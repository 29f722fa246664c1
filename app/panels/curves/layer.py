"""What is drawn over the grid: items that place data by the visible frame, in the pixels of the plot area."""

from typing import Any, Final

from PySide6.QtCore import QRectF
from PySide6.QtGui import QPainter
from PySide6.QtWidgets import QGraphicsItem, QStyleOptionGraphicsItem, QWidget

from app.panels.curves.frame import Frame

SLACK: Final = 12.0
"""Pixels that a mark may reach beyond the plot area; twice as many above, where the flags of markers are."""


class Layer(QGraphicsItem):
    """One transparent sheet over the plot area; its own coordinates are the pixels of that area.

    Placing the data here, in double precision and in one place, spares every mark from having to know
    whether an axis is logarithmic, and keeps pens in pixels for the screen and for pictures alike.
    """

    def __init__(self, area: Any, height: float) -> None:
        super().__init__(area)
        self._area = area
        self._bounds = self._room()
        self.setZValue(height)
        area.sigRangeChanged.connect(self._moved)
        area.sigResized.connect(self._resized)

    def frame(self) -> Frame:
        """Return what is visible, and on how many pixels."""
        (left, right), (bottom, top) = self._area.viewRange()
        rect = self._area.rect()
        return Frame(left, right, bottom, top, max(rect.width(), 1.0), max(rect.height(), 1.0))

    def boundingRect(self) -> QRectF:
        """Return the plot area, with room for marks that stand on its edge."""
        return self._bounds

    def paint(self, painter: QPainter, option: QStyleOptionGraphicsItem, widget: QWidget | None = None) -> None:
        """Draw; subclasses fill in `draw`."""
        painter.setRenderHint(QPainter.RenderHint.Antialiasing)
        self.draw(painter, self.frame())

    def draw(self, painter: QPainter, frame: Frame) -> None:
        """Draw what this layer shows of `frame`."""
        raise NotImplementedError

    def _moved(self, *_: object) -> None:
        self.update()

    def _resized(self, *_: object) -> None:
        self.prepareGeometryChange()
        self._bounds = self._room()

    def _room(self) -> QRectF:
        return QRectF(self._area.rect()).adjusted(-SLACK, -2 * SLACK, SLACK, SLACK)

• • • •

> [What the exercise asks] Of the lines above, retype only those from the line containing "(left, right), (bottom, top)" through the line containing "def boundingRect(self) ->", including both, exactly.

> [Your solution]
        (left, right), (bottom, top) = self._area.viewRange()
        rect = self._area.rect()
        return Frame(left, right, bottom, top, max(rect.width(), 1.0), max(rect.height(), 1.0))

    def boundingRect(self) -> QRectF:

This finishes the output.